Advanced Python School in Zurich, September 2013

Basic plotting

Anscombe dataset

In [31]: 
x = np.array([10, 8, 13, 9, 11, 14, 6, 4, 12, 7, 5])
y = np.array([8.04, 6.95, 7.58, 8.81, 8.33, 9.96, 7.24, 4.26, 10.84, 4.82, 5.68])

plt.plot(x, y, 'o')
plt.xlabel('x')
plt.ylabel('y')
plt.title('Anscombe dataset')
Out[31]:
<matplotlib.text.Text at 0x1073584d0>

Linear regression

In [32]: 
a, b = np.polyfit(x, y, 1)
plt.plot(x, y, 'o')
plt.plot(x, a * x + b, '-')
Out[32]:
[<matplotlib.lines.Line2D at 0x1070af490>]

Multiple datasets

In [33]: 
xvec =  np.array([[10, 8, 13, 9, 11, 14, 6, 4, 12, 7, 5],
               [10, 8, 13, 9, 11, 14, 6, 4, 12, 7, 5],
               [10, 8, 13, 9, 11, 14, 6, 4, 12, 7, 5],
               [8,8,8,8,8,8,8,19,8,8,8]]).T
yvec = np.array([[8.04, 6.95, 7.58, 8.81, 8.33, 9.96, 7.24, 4.26, 10.84, 4.82, 5.68],
              [9.14, 8.14, 8.74, 8.77, 9.26, 8.10, 6.13, 3.10, 9.13, 7.26, 4.74],
              [7.46, 6.77, 12.74, 7.11, 7.81, 8.84, 6.08, 5.39, 8.15, 6.42, 5.73],
              [6.58, 5.76, 7.71, 8.84, 8.47, 7.04, 5.25, 12.50, 5.56, 7.91, 6.89]]).T

plt.plot(xvec, yvec, 'o');

Visual encodings

Length (plt.bar)

In [34]: 
plt.title('length')
plt.bar(x, y, 1)
Out[34]:
<Container object of 11 artists>

Position and color (plt.scatter)

In [35]: 
plt.title('position and color')
plt.scatter(x, y, c=y, s=100)
Out[35]:
<matplotlib.collections.PathCollection at 0x10790ba90>

Position and size (plt.scatter)

In [36]: 
plt.title('position and size')
plt.scatter(x, y, s=y*20, facecolor='none')
Out[36]:
<matplotlib.collections.PathCollection at 0x107931050>

Length and angle (plt.polar)

In [37]: 
theta = (x - x.min())*1./(x.max()-x.min())*2*np.pi

theta = np.vstack([theta, theta])
radius = np.vstack([np.zeros(len(y)), y])

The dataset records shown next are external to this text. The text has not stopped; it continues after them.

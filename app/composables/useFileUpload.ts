import type { Operation, AnswerOf } from '#shared/contract/operation'

type Uploading<O> = { send: (file: File, at: { params: Record<string, string>, query: Record<string, string> }) => Promise<AnswerOf<O>>, progress: Ref<number | null>, cancel: () => void }

/** Sends one file as the request body, with the share sent so far; the browser's fetch does not tell it. */
export function useFileUpload<O extends Operation>(operation: O): Uploading<O> {
  const progress = ref<number | null>(null)
  let request: XMLHttpRequest | null = null

  const send: Uploading<O>['send'] = (file, { params, query }) => new Promise((resolve, reject) => {
    const current = request = new XMLHttpRequest()
    current.open(operation.method, `${operationPath(operation, params)}?${new URLSearchParams(query)}`)
    current.responseType = 'json'
    current.setRequestHeader('Content-Type', 'text/csv')
    current.upload.onprogress = ({ loaded, total }) => {
      progress.value = total > 0 ? loaded / total : null
    }
    current.onload = () => {
      progress.value = null
      if (current.status < 300) resolve(current.response as AnswerOf<O>)
      else reject(toApiProblem(current.status, current.response))
    }
    current.onerror = () => {
      progress.value = null
      reject(toApiProblem(0, null))
    }
    current.onabort = () => {
      progress.value = null
    }
    current.send(file)
  })

  return { send, progress, cancel: () => request?.abort() }
}
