import type { PlannedAnalysis, Trigger } from '#shared/plan/analysisSchema'
import { describePrerequisite, describeStep, describeTrigger } from '#shared/plan/describe'
import { wordPhrase, type Phrase } from '#shared/plan/phrase'
import type { Prerequisite, Requirement } from '#shared/plan/prerequisiteSchema'

/** What a planned analysis registers, in words by id: prerequisites, steps, triggers, the steps' own needs. */
export function useDescribedAnalysis(analysis: Ref<PlannedAnalysis | null>) {
  const { t } = useI18n()
  const word = (phrase: Phrase) => wordPhrase(phrase, (key, params) => t(key, params))
  const byId = (items: readonly (Prerequisite | Requirement)[]) => Object.fromEntries(items.map(item => [item.id, word(describePrerequisite(item))]))

  /** A trigger names prerequisites by their short names; people read the kinds. */
  function worded(trigger: Trigger): string {
    const { key, params } = describeTrigger(trigger)
    if (trigger.kind === 'any') return word({ key, params })
    const kindOf = (id: string) => analysis.value?.prerequisites.find(item => item.id === id)?.kind
    const of = trigger.of.map((id) => {
      const kind = kindOf(id)
      return kind ? t(`plan.kinds.${kind}`) : id
    })
    return word({ key, params: { ...params, of: of.join(', ') } })
  }

  return computed(() => {
    const fallbacks = analysis.value?.fallbacks ?? []
    return {
      prerequisites: byId(analysis.value?.prerequisites ?? []),
      labels: Object.fromEntries(fallbacks.map(step => [step.id, analysis.value ? word(describeStep(analysis.value, step)) : step.id])),
      triggers: Object.fromEntries(fallbacks.map(({ id, trigger }) => [id, worded(trigger)])),
      requirements: Object.fromEntries(fallbacks.map(({ id, prerequisites }) => [id, byId(prerequisites)])),
    }
  })
}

plt.polar(theta, radius, 'b');

Creating visual style

Using style arguments

In [38]: 
plt.plot(x, y, 'o', markersize=10, mfc='k')
plt.xlabel('x', size=16)
plt.ylabel('y', size=16)
plt.title('Anscombe dataset', size=16, weight='bold')
Out[38]:
<matplotlib.text.Text at 0x107364c50>

Customising globals

In [39]: 
rc_defaults = matplotlib.rcParams.copy()
In [63]: 
import matplotlib
matplotlib.rcParams.update({'xtick.labelsize' : 16,
                            'ytick.labelsize' : 16,
                            'axes.labelsize' : 16,
                            'axes.titlesize' : 18,
                            'lines.markersize' : 10,
                            'lines.linestyle' : 'None',
                            'lines.marker' : 'o',
                            'lines.markerfacecolor' : 'k'})

plt.plot(x, y)
plt.xlabel('x')
plt.ylabel('y')
plt.title('Anscombe dataset')
Out[63]:
<matplotlib.text.Text at 0x10aa3cf90>
In [71]: 
matplotlib.rcParams.update(rc_defaults)

Using object-oriented API

In [42]: 
ax = plt.subplot(111)
line, = plt.plot(x, y, 'o')
line.set_markersize(10)
line.set_mfc('k')

ticklabels = ax.get_xticklabels()
ticklabels[0].set_size(15)
ticklabels[-1].set_size(15)

plt.setp(ticklabels[1:-1], visible=False)
Out[42]:
[None, None, None, None]

Adding grid

In [75]: 
plt.plot(x, y, 'ko')
plt.grid(axis='y', which='major', ls='-', lw=0.5)

Configuring spines

In [66]: 
ax = plt.subplot(111)
plt.plot(x, y, 'ko', ms=10, clip_on=False)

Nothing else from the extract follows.